*** Information shown

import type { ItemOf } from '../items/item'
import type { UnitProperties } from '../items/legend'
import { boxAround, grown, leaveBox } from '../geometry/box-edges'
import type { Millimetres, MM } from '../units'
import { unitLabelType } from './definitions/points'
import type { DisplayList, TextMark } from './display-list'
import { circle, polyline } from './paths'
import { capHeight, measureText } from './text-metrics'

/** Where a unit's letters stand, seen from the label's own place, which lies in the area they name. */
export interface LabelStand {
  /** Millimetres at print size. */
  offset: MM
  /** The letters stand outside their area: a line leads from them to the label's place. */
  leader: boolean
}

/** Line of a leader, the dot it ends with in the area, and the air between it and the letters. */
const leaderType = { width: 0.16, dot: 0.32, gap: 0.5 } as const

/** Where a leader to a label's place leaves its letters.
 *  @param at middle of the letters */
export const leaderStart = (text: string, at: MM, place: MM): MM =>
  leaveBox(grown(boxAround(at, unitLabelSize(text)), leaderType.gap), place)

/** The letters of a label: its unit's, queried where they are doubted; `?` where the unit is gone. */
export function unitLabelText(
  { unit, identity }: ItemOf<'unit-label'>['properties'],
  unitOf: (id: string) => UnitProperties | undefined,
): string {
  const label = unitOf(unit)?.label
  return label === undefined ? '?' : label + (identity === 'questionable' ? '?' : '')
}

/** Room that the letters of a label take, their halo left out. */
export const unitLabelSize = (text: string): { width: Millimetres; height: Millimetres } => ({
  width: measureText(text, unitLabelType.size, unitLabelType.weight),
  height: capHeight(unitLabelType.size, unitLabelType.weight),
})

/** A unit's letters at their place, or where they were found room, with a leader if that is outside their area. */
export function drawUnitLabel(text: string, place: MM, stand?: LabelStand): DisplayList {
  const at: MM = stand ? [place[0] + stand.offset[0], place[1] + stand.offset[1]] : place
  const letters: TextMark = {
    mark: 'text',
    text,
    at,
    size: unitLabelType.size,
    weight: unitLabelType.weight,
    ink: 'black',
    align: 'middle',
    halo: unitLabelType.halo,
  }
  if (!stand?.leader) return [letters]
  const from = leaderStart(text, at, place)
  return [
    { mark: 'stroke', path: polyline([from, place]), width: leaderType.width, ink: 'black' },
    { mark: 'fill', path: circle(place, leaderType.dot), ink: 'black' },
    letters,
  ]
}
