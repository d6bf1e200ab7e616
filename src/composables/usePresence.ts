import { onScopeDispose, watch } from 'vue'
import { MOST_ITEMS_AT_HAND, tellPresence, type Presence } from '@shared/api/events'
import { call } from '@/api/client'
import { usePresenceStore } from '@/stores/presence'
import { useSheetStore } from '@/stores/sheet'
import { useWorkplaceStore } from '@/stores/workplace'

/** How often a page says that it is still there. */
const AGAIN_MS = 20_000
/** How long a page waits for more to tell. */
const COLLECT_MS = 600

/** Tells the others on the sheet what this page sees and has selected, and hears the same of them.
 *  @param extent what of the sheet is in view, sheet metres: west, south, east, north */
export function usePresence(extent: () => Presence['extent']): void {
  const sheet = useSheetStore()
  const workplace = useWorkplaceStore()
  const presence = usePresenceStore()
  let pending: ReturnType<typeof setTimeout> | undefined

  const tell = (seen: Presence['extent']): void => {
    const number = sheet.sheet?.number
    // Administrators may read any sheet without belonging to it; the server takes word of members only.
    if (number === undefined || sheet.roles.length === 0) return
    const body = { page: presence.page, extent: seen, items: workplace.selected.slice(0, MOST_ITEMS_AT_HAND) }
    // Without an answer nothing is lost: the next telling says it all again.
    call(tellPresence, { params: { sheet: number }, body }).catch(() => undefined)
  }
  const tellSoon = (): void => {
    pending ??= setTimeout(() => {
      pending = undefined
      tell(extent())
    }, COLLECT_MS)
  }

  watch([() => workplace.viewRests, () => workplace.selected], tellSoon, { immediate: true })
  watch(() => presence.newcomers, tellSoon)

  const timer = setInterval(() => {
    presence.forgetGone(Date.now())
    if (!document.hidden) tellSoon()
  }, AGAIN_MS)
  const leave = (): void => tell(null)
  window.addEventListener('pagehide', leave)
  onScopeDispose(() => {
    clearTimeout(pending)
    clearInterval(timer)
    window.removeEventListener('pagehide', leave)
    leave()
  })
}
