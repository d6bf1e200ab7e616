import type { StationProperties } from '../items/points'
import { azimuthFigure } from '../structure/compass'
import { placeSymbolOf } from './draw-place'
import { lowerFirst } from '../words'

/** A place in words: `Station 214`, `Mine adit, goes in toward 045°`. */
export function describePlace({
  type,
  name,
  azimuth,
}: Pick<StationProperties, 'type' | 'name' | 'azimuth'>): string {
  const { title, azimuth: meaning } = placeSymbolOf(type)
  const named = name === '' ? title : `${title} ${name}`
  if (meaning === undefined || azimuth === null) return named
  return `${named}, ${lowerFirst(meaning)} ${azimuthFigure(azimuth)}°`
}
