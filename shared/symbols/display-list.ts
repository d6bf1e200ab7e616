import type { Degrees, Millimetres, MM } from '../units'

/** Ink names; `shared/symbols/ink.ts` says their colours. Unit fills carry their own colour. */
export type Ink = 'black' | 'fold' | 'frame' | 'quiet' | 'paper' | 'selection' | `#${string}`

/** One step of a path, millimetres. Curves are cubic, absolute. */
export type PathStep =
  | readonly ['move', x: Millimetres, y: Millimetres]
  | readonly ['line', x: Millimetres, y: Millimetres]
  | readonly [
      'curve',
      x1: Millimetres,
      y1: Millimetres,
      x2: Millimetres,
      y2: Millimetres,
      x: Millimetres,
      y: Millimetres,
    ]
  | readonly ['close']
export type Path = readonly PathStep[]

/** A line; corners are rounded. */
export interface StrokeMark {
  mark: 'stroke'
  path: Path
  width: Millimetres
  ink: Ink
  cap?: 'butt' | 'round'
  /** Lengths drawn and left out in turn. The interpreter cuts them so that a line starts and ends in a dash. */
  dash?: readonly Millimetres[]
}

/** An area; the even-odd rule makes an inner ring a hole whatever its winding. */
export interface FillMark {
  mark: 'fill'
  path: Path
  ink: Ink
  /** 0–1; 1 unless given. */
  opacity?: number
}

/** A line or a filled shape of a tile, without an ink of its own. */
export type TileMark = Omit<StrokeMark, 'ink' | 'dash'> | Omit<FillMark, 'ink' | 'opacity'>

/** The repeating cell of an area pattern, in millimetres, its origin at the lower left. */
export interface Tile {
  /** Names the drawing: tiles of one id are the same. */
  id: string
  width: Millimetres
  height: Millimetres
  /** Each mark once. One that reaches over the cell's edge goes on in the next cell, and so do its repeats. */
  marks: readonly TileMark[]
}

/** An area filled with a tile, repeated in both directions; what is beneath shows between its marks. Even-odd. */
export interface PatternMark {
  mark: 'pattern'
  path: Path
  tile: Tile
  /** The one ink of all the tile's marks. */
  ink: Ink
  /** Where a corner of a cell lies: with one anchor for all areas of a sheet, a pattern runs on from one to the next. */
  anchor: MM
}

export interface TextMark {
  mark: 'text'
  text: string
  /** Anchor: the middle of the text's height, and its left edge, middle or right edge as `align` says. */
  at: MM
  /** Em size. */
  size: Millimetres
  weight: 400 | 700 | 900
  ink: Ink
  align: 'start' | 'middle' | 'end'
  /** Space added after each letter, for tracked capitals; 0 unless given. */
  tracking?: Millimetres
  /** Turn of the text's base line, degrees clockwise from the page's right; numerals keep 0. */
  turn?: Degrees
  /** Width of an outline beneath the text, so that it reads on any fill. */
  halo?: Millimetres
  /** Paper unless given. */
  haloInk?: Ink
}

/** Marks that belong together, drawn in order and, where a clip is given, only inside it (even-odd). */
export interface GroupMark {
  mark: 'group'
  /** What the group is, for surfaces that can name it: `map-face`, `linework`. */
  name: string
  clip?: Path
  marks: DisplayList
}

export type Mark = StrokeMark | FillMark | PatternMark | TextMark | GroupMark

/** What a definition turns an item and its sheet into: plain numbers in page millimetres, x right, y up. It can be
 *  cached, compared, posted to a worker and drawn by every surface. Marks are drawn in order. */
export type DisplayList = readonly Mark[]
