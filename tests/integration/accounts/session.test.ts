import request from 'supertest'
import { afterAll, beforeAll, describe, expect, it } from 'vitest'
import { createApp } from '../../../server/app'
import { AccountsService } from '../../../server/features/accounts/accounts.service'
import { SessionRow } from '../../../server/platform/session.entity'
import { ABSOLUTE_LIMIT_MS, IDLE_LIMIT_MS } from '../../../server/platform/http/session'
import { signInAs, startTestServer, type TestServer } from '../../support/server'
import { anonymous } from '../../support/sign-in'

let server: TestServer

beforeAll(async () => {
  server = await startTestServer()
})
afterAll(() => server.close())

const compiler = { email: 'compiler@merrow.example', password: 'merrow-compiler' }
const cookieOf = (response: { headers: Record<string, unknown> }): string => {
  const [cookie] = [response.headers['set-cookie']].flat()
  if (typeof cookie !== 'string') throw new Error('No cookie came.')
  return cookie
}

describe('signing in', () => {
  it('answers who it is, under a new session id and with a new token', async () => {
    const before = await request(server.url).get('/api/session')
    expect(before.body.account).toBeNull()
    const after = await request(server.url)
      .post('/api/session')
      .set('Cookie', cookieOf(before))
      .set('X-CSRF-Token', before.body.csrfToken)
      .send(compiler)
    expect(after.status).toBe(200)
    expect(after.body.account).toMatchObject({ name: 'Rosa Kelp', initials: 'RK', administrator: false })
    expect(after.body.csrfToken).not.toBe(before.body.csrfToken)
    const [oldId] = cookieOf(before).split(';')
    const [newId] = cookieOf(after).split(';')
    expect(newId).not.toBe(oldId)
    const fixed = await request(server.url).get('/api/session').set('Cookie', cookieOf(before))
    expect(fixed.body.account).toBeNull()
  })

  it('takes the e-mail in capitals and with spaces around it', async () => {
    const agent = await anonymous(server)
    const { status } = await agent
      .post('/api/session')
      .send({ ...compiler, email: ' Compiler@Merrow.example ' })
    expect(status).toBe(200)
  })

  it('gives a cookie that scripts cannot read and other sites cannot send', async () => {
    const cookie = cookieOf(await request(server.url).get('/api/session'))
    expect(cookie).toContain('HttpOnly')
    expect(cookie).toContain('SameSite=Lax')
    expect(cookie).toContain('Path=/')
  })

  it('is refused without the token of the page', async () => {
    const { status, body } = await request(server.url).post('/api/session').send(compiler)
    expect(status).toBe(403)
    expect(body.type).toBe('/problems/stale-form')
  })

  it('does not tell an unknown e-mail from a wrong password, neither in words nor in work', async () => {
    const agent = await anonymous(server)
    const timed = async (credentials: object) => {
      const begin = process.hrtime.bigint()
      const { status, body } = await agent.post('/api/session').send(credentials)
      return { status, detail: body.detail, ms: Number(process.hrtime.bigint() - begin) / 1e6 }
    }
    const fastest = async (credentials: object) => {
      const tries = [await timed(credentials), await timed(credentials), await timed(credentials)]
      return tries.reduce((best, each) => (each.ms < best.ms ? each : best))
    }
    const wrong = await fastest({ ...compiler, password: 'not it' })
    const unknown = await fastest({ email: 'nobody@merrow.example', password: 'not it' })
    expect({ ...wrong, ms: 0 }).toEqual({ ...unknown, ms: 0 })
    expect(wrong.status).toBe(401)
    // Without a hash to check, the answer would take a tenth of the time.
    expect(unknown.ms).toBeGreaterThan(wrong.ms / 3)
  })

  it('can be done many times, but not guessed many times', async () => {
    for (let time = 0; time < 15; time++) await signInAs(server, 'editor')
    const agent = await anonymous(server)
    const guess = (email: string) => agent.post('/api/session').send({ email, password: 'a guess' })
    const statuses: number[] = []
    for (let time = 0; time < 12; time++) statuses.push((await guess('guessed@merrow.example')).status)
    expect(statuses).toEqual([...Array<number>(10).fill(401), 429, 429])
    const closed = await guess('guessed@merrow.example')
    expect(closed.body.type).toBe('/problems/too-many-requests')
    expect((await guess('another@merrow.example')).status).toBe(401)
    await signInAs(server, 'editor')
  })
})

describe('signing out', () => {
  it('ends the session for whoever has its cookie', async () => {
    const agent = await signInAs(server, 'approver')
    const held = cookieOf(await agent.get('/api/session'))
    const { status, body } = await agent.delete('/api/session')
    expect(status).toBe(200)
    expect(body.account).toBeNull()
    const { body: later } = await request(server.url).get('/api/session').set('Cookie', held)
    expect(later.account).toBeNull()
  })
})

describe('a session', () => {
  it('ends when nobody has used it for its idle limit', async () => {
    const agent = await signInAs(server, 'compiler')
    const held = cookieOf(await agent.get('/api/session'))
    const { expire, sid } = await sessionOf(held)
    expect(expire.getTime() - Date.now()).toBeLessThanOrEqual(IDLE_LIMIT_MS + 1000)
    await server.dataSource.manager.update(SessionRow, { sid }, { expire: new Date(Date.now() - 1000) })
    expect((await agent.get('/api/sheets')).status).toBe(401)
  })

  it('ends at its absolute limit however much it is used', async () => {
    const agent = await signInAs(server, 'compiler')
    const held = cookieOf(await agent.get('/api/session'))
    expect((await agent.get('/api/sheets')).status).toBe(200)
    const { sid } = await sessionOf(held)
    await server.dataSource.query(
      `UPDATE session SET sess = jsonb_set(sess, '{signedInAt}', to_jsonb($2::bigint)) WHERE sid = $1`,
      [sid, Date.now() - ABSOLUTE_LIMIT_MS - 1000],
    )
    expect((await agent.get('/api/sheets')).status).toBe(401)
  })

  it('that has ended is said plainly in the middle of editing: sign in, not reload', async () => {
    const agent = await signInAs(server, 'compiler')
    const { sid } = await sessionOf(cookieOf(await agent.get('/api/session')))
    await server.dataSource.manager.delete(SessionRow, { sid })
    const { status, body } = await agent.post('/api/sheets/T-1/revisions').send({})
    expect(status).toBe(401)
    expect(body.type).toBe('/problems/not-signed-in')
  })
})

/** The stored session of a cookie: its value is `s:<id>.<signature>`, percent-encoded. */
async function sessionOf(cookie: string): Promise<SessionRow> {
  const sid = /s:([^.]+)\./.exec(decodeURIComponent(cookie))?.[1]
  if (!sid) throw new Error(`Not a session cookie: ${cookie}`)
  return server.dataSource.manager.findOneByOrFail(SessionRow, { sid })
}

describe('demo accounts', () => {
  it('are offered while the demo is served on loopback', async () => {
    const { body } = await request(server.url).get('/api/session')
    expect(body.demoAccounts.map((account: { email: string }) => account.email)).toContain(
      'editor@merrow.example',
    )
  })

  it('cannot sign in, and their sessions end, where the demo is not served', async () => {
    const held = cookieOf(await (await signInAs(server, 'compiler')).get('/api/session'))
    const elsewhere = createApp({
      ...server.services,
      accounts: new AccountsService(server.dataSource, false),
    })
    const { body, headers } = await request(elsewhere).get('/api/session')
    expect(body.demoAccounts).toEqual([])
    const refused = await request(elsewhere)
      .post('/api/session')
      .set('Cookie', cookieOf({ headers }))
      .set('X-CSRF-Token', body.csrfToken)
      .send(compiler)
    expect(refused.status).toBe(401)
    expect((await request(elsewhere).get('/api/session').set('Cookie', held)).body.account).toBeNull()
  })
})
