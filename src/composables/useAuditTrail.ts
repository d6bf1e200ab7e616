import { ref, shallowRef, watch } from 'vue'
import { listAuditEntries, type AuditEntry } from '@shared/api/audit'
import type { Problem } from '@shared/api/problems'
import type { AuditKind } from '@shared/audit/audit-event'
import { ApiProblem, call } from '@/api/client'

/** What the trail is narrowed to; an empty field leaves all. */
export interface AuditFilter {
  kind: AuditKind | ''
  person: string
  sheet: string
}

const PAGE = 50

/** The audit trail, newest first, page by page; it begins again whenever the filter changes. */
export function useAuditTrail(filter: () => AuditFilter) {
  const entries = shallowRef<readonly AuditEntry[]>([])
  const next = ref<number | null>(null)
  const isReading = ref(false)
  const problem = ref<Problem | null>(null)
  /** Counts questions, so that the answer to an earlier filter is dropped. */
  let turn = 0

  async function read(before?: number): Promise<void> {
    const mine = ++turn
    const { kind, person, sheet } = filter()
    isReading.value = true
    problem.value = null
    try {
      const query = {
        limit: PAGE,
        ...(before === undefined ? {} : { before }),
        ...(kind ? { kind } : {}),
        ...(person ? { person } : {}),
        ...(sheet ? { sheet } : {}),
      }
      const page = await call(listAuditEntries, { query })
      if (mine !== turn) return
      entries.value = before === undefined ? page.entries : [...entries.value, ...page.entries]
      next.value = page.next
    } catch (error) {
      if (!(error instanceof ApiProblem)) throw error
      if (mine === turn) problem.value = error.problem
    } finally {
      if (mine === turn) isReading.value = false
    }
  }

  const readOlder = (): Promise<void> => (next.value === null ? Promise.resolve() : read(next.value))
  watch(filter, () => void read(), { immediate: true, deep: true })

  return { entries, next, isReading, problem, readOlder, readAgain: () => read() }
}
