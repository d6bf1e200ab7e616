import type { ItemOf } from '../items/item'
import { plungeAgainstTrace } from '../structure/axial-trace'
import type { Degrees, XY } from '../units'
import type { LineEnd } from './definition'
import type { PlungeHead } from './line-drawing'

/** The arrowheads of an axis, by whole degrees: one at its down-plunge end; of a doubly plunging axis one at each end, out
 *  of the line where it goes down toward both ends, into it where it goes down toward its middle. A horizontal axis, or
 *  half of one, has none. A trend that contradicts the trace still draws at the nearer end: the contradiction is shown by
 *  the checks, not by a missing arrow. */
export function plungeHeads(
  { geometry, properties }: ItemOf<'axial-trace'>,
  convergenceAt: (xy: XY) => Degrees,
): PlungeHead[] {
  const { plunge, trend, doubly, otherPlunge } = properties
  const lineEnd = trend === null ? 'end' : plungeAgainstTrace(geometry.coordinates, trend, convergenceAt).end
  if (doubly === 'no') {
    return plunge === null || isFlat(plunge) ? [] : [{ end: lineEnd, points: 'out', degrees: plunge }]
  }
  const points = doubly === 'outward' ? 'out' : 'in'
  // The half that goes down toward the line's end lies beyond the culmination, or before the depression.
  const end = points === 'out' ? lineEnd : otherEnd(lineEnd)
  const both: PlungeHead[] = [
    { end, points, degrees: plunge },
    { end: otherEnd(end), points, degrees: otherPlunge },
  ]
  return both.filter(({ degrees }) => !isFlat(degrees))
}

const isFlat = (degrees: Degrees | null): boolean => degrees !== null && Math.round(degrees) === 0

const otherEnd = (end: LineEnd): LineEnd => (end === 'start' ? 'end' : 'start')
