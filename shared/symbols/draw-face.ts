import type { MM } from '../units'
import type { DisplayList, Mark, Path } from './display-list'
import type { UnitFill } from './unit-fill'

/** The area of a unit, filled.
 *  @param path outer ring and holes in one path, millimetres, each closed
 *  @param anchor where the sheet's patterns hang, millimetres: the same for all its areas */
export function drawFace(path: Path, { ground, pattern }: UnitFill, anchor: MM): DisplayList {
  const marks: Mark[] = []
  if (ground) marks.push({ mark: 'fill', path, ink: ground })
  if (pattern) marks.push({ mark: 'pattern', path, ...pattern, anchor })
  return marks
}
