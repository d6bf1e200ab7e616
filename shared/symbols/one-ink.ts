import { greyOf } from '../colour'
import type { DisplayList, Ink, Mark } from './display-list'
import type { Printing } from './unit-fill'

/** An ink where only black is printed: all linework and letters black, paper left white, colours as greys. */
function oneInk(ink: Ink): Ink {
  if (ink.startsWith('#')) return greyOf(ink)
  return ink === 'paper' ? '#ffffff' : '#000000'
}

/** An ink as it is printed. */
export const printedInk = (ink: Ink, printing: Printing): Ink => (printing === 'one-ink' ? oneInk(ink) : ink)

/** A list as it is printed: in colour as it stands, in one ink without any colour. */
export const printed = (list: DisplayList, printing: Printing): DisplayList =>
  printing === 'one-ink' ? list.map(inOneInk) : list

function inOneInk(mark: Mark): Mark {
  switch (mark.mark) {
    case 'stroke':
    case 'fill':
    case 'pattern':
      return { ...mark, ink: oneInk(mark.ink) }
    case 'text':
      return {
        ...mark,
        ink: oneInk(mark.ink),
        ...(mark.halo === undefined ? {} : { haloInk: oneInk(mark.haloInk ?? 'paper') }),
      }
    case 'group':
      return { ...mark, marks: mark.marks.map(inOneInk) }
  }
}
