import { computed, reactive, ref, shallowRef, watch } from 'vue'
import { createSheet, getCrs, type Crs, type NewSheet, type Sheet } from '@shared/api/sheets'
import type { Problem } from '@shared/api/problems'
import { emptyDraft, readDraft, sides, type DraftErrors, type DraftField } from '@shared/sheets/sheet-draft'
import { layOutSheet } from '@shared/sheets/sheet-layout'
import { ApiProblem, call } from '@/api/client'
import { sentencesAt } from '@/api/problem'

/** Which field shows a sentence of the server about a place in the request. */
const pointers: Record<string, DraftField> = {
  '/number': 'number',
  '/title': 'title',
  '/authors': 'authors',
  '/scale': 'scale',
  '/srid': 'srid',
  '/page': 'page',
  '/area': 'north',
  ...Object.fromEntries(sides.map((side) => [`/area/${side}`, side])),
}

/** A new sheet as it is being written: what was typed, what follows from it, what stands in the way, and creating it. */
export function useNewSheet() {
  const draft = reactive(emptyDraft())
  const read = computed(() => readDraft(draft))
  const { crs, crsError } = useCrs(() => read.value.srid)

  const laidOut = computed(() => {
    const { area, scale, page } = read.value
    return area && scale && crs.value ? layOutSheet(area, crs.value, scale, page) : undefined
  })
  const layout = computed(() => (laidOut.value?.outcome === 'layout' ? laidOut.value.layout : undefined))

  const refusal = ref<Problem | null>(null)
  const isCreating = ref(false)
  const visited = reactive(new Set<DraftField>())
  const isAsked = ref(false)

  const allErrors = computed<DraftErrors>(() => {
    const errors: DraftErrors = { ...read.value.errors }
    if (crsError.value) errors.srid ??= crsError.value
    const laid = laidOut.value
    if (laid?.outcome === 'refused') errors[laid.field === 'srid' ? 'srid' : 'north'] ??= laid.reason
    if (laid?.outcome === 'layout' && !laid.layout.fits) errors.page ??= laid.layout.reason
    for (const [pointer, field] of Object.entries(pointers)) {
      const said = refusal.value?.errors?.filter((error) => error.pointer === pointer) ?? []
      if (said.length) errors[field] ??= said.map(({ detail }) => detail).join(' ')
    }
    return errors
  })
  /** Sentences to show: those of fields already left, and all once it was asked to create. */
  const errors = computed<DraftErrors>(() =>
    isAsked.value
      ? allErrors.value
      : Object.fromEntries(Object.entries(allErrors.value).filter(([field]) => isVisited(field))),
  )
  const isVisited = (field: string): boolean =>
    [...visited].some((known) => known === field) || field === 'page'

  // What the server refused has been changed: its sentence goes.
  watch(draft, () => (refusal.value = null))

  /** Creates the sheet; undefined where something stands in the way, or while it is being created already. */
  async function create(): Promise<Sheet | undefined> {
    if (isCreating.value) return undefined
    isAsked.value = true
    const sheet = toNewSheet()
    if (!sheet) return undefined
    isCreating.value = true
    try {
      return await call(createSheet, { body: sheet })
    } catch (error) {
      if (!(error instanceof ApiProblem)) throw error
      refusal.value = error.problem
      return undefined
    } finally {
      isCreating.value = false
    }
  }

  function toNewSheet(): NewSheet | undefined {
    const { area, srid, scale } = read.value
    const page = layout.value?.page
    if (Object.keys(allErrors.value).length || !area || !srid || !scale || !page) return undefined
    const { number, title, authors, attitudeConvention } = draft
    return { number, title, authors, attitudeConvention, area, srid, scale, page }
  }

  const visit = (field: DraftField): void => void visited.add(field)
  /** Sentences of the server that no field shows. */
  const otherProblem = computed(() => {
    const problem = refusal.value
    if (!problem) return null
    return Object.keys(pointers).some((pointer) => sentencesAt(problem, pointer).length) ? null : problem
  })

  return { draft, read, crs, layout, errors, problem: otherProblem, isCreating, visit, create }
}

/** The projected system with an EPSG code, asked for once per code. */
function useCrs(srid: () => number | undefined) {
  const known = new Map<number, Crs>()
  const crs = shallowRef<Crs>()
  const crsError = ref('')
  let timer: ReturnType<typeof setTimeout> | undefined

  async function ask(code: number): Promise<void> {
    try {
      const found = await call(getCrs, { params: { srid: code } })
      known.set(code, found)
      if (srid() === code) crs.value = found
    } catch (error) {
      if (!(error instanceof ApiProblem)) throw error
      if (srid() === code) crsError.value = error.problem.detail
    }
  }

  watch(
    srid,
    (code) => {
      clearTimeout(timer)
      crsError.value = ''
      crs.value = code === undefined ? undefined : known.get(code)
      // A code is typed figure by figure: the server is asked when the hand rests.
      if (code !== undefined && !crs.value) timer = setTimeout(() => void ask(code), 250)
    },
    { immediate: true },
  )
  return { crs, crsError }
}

******

Exercise description: Using the entries above, determine how many lines include the string "unknown" and write only that number.

Answer for the task: 5